Jewish cemetery in South Brunswick, Middlesex County, New Jersey

Floral Park Cemetery is a Jewish cemetery in South Brunswick, New Jersey, where many prominent Hassidic Rabbis are buried, including Rabbi Shlomo Halberstam and Rabbi Naftali Halberstam of Bobov, Rabbi Hershele Horowitz of Spinka, Rabbi Yechezkel Shraga Mertz, Rabbi Avigdor of Tchenstchoiv, Rabbi Pinchos Shalom Rottenberg and his son Rabbi Menachem Yisroel Rottenberg of the Kosson, Rabbi Menachem Shlomo Taub of Kaliv, Rabbi Shalom Krausz Udvary Rov. Rabbi Moses Josef Rubin of Cimpulung and Rabbi Yitzchok Issac Langner the Stretiner Rebbe of New York City.
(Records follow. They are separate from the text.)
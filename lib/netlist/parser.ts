import { error, type Checked, type Diagnostic } from '../source/diagnostic.js';
import { LineIndex, type SourceSpan } from '../source/span.js';
import { didYouMean } from '../source/suggest.js';
import type {
  Assignment,
  DesignFile,
  Expr,
  Name,
  NetRef,
  PartKind,
  PartStmt,
  PinArg,
  Statement,
  StageItem,
  TypeRef,
  ValueSpec,
} from './ast.js';
import { lex } from './lexer.js';
import type { Token } from './token.js';
import { parseUnitSuffix } from './units.js';

/** How deeply parentheses and unary signs may nest in one expression (100 is allowed, 101 is not). */
export const MAX_EXPRESSION_DEPTH = 100;

const TOP_KEYWORDS = ['title', 'include', 'let', 'defaults', 'rail', 'type', 'stage', 'block', 'instance'];
const PART_KEYWORDS: PartKind[] = ['resistor', 'capacitor', 'diode', 'section', 'switch', 'button', 'drive'];
const BLOCK_KEYWORDS = ['let', 'param', 'stage', 'instance'];
const STAGE_KEYWORDS = ['tube', 'load', 'input', 'cathode', 'screen'];

/** Thrown inside the parser to abandon one statement; caught before it leaves this file. */
class Bail extends Error {}

/**
 * Parses one design file into its syntax tree. Never throws on bad input: every problem
 * becomes a diagnostic, and the parser skips to the next statement and carries on, so one
 * run reports every syntax error in the file.
 *
 * Example: `parseDesignText('rail bp = 24 V\n', 'x.tube').value.statements[0].kind` is `'rail'`.
 */
export function parseDesignText(text: string, file: string, lines = new LineIndex(text)): Checked<DesignFile> {
  const { tokens, diagnostics } = lex(text, file, lines);
  const parser = new Parser(tokens, file, lines, diagnostics);
  const statements = parser.parseFile();
  return { value: { file, statements }, diagnostics };
}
The cemetery contains many holocaust survivors including Yecheskel (Chaskel) Steuer, Meir (Max) Miller, Gisella (Roth) Green, Irving (Israel) Green, Ruchma Lesser & sister Rivka Gutter, Beatrice Roth, Jerry Hans, and many others from countries such as Poland, Hungary and Germany. One of the many societies represented is the first Wodzislaw Society. This was a society of holocaust survivors from Poland. Wodzislaw was one of many small villages in Poland. The society met once a month in New York City.
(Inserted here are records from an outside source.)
/**
 * Lays out and draws a design. Async: the layout library runs its own event-driven
 * interface. Example: `await drawDesign(design, buildStageGraph(design), { check })`
 * gives an SVG with one box per stage of a demo and one `<g data-net>` per logic net.
 */
export async function drawDesign(design: Design, graph: StageGraph, options: DrawingOptions = {}): Promise<Drawing> {
  const stageCount = graph.nets.filter((n) => n.kind === 'stage').length;
  const fold = options.fold ?? stageCount > FOLD_ABOVE;
  const { units, nets, boxOfNet } = drawingModel(design, graph, fold);
  const key = fold ? patternOf : (n: string) => n;

  // Every pin's feeders, each from a box and net once: inside its unit (a latch's
  // cross-coupling, drawn here) or from outside (a wire the layout routes). A net that feeds
  // more than `TAG_FANOUT` pins from outside (a clock line, a reset) is drawn as a tag at
  // each pin, as a drawing office would draw a bus, not as hundreds of wires across the page.
  type Link = { unit: Unit; box: Box; pin: number; from: string; net: string };
  const inside = new Map<Unit, Link[]>();
  const outside: Link[] = [];
  for (const u of units) {
    const inUnit = new Set(u.boxes.map((b) => b.id));
    for (const box of u.boxes)
      box.pins.forEach((pin, k) => {
        const seen = new Set<string>();
        for (const f of pin.feeders) {
          const from = boxOfNet.get(f);
          const net = key(f);
          if (from === undefined || seen.has(`${from}|${net}`)) continue;
          seen.add(`${from}|${net}`);
          (inUnit.has(from) ? entry(inside, u, () => []) : outside).push({ unit: u, box, pin: k, from, net });
        }
      });
  }
  const reach = new Map<string, number>();
  for (const l of outside) reach.set(l.net, (reach.get(l.net) ?? 0) + 1);
  const tagged = (net: string) => reach.get(net)! > TAG_FANOUT;
  /** The tag text of each pin fed by tagged nets, by unit. */
  const tags = new Map<string, Map<string, { box: Box; pin: number; nets: string[] }>>();
  for (const l of outside.filter((l) => tagged(l.net))) {
    entry(entry(tags, l.unit.id, () => new Map()), `${l.box.id}|${l.pin}`, () => ({ box: l.box, pin: l.pin, nets: [] as string[] })).nets.push(l.net);
  }
  const tagText = (nets: string[]) => nets.map(shorten).join(', ');
  const shapes = new Map(units.map((u) => [u.id, unitShape(u, Math.max(0, ...[...(tags.get(u.id)?.values() ?? [])].map((t) => textWidth(tagText(t.nets), TAG_PX) + 8)))]));

  // The layout graph: a node per unit, a west port per pin wired from outside the unit, an east port per output.
  const outPort = (boxId: string, net: string) => `o|${boxId}|${net}`;
  const inPort = (boxId: string, pin: number) => `i|${boxId}|${pin}`;
  const placedOf = (u: Unit, box: Box) => shapes.get(u.id)!.boxes.find((p) => p.box === box)!;
  type Edge = { id: string; sources: string[]; targets: string[]; net: string };
  const edges: Edge[] = [];
  const wired = new Map<string, Set<string>>();
  for (const l of outside) {
    if (tagged(l.net)) continue;
    edges.push({ id: `e${edges.length}`, sources: [outPort(l.from, l.net)], targets: [inPort(l.box.id, l.pin)], net: l.net });
    entry(wired, l.unit.id, () => new Set()).add(inPort(l.box.id, l.pin));
  }
  const children = units.map((u) => {
    const shape = shapes.get(u.id)!;
    const ports: { id: string; x: number; y: number; width: number; height: number }[] = [];
    for (const p of shape.boxes) {
      p.box.outputs.forEach((net, k) => ports.push({ id: outPort(p.box.id, net), x: shape.w, y: outY(p, k), width: 0, height: 0 }));
      p.box.pins.forEach((_, k) => {
        if (wired.get(u.id)?.has(inPort(p.box.id, k))) ports.push({ id: inPort(p.box.id, k), x: 0, y: pinY(p, k), width: 0, height: 0 });
      });
    }
    return {
      id: u.id,
      width: shape.w,
      height: shape.h,
      ports,
      layoutOptions: { 'elk.portConstraints': 'FIXED_POS', ...(u.input ? { 'elk.layered.layering.layerConstraint': 'FIRST' } : {}) },
    };
  });
  // A CommonJS module: its constructor is the default export's `default` (also the default export itself at run time).
  const elk = (await import('elkjs/lib/elk.bundled.js')).default;
  const laid: ElkNode = await new elk.default().layout({
    id: 'root',
    layoutOptions: {
      'elk.algorithm': 'layered',
      'elk.direction': 'RIGHT',
      'elk.edgeRouting': 'ORTHOGONAL',
      'elk.spacing.nodeNode': '18',
      'elk.layered.spacing.nodeNodeBetweenLayers': '36',
      'elk.spacing.edgeEdge': '4',
      'elk.layered.thoroughness': '1',
      'elk.padding': '[top=8,left=8,bottom=8,right=8]',
    },
    children,
    edges: edges.map(({ id, sources, targets }) => ({ id, sources, targets })),
  });

  // Where each unit landed.
  const at = new Map((laid.children ?? []).map((c) => [c.id, { x: c.x ?? 0, y: c.y ?? 0 }]));
  const paths = new Map<string, string[]>();
  const addPath = (net: string, d: string) => entry(paths, net, () => []).push(d);
  const pt = (x: number, y: number) => `${x.toFixed(1)} ${y.toFixed(1)}`;
  for (const e of laid.edges ?? []) {
    const net = edges[Number(e.id.slice(1))]!.net;
    for (const s of e.sections ?? []) addPath(net, `M${[s.startPoint, ...(s.bendPoints ?? []), s.endPoint].map((p) => pt(p.x, p.y)).join('L')}`);
  }
  const portsOf = new Map(children.map((c) => [c.id, new Map(c.ports.map((q) => [q.id, q]))]));
  const tagSvg = new Map<string, string[]>();
  const boxesSvg: string[] = [];
  for (const u of units) {
    const o = at.get(u.id)!;
    const shape = shapes.get(u.id)!;
    for (const p of shape.boxes) {
      const x = o.x + p.x;
      const y = o.y + p.y;
      // Stubs: each output from the box's edge to the unit's east side, each outside-fed pin from the west side.
      p.box.outputs.forEach((net, k) => addPath(net, `M${pt(x + p.w, o.y + outY(p, k))}L${pt(o.x + shape.w, o.y + outY(p, k))}`));
      p.box.pins.forEach((_, k) => {
        const port = portsOf.get(u.id)!.get(`i|${p.box.id}|${k}`);
        if (port) boxesSvg.push(`<path class="stub" d="M${pt(o.x, o.y + port.y)}L${pt(x, o.y + port.y)}"/>`);
      });
      boxesSvg.push(
        `<g class="box ${p.box.kind}" data-box="${esc(p.box.id.slice(3))}"><title>${esc(p.box.title)}</title><rect x="${x}" y="${y}" width="${p.w}" height="${p.h}" rx="${p.box.kind === 'input' ? 10 : 2}"/>` +
          `<text class="name" x="${x + PAD}" y="${y + PAD + NAME_PX * 0.85}">${esc(shorten(p.box.name))}</text><text class="detail" x="${x + PAD}" y="${y + 2 * PAD + NAME_PX + DETAIL_PX * 0.85}">${esc(shorten(p.box.detail))}</text>` +
          p.box.pins.map((_, k) => `<circle class="pin" cx="${x}" cy="${(o.y + pinY(p, k)).toFixed(1)}" r="2"/>`).join('') +
          `</g>`,
      );
    }
    // A latch's cross-coupling: from the output stub down (or up) into the gap between the boxes, back along it and round to the pin.
    (inside.get(u) ?? []).forEach((l, lane) => {
      const src = shape.boxes.find((q) => q.box.id === l.from)!;
      const dst = placedOf(u, l.box);
      const sx = o.x + src.x + src.w + 3 + 4 * (lane % 2);
      const sy = o.y + outY(src, src.box.outputs.indexOf(l.net));
      const gapY = o.y + Math.min(src.y, dst.y) + Math.min(src.h, dst.h) + 5 + 7 * (lane % 2);
      const lx = o.x + shape.tagRoom + 4 + 5 * (lane % 2);
      const py = o.y + pinY(dst, l.pin);
      addPath(l.net, `M${pt(sx, sy)}L${pt(sx, gapY)}L${pt(lx, gapY)}L${pt(lx, py)}L${pt(o.x + dst.x, py)}`);
    });
    // Tags: the net's name at the pin, right-aligned against a short wire to it.
    for (const t of tags.get(u.id)?.values() ?? []) {
      const dst = placedOf(u, t.box);
      const py = o.y + pinY(dst, t.pin);
      const end = o.x + shape.tagRoom;
      for (const net of t.nets) addPath(net, `M${pt(end - 2, py)}L${pt(o.x + dst.x, py)}`);
      entry(tagSvg, t.nets[0]!, () => []).push(`<text class="tag" x="${(end - 4).toFixed(1)}" y="${(py + TAG_PX * 0.35).toFixed(1)}" text-anchor="end">${esc(tagText(t.nets))}</text>`);
    }
  }

  // The nets, each one group however many wires it has; only those drawn at all.
  const checks = new Map((options.check?.nets ?? []).map((n) => [n.name, n]));
  const required = options.check?.requiredMargin;
  const top = Math.max(2 * (required ?? 1), 1);
  const netSvg: string[] = [];
  for (const n of nets) {
    const d = paths.get(n.key);
    if (!d) continue;
    // The weakest member stands for a folded pattern.
    const judged = n.members.map((m) => checks.get(m)).filter((c): c is NetCheck => c !== undefined);
    const rank = (c: NetCheck) => (c.status === 'fail' ? 0 : c.status === 'undecided' ? 1 : c.status === 'unchecked' ? 3 : 2);
    const weakest = judged.sort((a, b) => rank(a) - rank(b) || a.slack - b.slack)[0];
    const stroke = netStroke(weakest, top);
    const group = `<g class="net${stroke.kind}" data-net="${esc(n.key)}" ${stroke.attrs}><title>${esc(netTitle(n.key, n.members.length, weakest, required))}</title>${d.map((p) => `<path d="${p}"/>`).join('')}${(tagSvg.get(n.key) ?? []).join('')}</g>`;
    netSvg.push(options.link ? `<a href="${esc(options.link(weakest?.name ?? n.members[0]!))}">${group}</a>` : group);
  }

  // Above the layout: the rails, then the legend, each on its own line.
  const width = Math.max(laid.width ?? 0, 560);
  const railLine = `Rails: ${design.rails.map((r) => `${r.name} ${+r.volts.toFixed(3)} V ±${+(100 * r.tol).toFixed(2)} %`).join(', ') || 'none'}`;
  const head: string[] = [`<text class="rails" x="8" y="16">${esc(railLine)}</text>`];
  let headH = 24;
  if (options.check) {
    const barX = 8;
    const barW = 200;
    const y = headH + 6;
    const stops = SLACK_STOPS.map((c, k) => `<stop offset="${(100 * k) / (SLACK_STOPS.length - 1)}%" stop-color="${c}"/>`).join('');
    const failX = barX + barW + 70;
    head.push(
      `<defs><linearGradient id="slack-scale">${stops}</linearGradient></defs>`,
      `<text class="legend" x="${barX}" y="${y}">slack above the required margin</text>`,
      `<rect x="${barX}" y="${y + 6}" width="${barW}" height="8" fill="url(#slack-scale)"/>`,
      `<text class="legend" x="${barX}" y="${y + 28}">0 V</text><text class="legend" x="${barX + barW}" y="${y + 28}" text-anchor="end">≥ ${top.toFixed(1)} V</text>`,
      `<path class="fails" d="M${failX} ${y + 10}h40" stroke="${SLACK_STOPS[0]}" stroke-width="3.2" stroke-dasharray="9 3"/><text class="legend" x="${failX + 46}" y="${y + 14}">fails</text>`,
      `<path class="undecided" d="M${failX + 100} ${y + 10}h40" stroke="#222222" stroke-width="2.4" stroke-dasharray="1.5 3"/><text class="legend" x="${failX + 146}" y="${y + 14}">undecided</text>`,
    );
    headH += 40;
  }
  const height = (laid.height ?? 0) + headH;
  const svgWidth = Math.max(width, textWidth(railLine, 12) + 16);
  const svg =
    `${DRAWING_MARK}\n<svg xmlns="http://www.w3.org/2000/svg" class="tubemargin-drawing" width="${Math.ceil(svgWidth)}" height="${Math.ceil(height)}" viewBox="0 0 ${Math.ceil(svgWidth)} ${Math.ceil(height)}" font-family="DejaVu Sans Mono, Menlo, Consolas, monospace">` +
    `<title>${esc(`${design.title || 'design'}: ${fold ? 'folded drawing' : 'drawing'}`)}</title>` +
    `<style>.box rect{fill:#fff;stroke:#222;stroke-width:1.2}.box.input rect{fill:#eeeeee}.box.group rect{stroke-width:2.4}.name{font-size:${NAME_PX}px;font-weight:bold;fill:#111}.detail{font-size:${DETAIL_PX}px;fill:#333}.rails,.legend{font-size:11px;fill:#111}.net{fill:none}.net text{stroke:none;fill:#111;font-size:${TAG_PX}px}.stub{stroke:#888;stroke-width:1;fill:none}.pin{fill:#222}</style>` +
    head.join('') +
    `<g transform="translate(0 ${headH})">${netSvg.join('')}${boxesSvg.join('')}</g></svg>\n`;
  return { svg, folded: fold, boxes: units.reduce((s, u) => s + u.boxes.length, 0), nets: netSvg.length };
}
Across the street from the Floral Park Cemetery is the Washington Cemetery. Washington Cemetery is a separate cemetery from the Floral Park Cemetery, but both are under the same management. Many of the prominent Rabbis said to be buried in Floral Park Cemetery are actually buried in Washington Cemetery.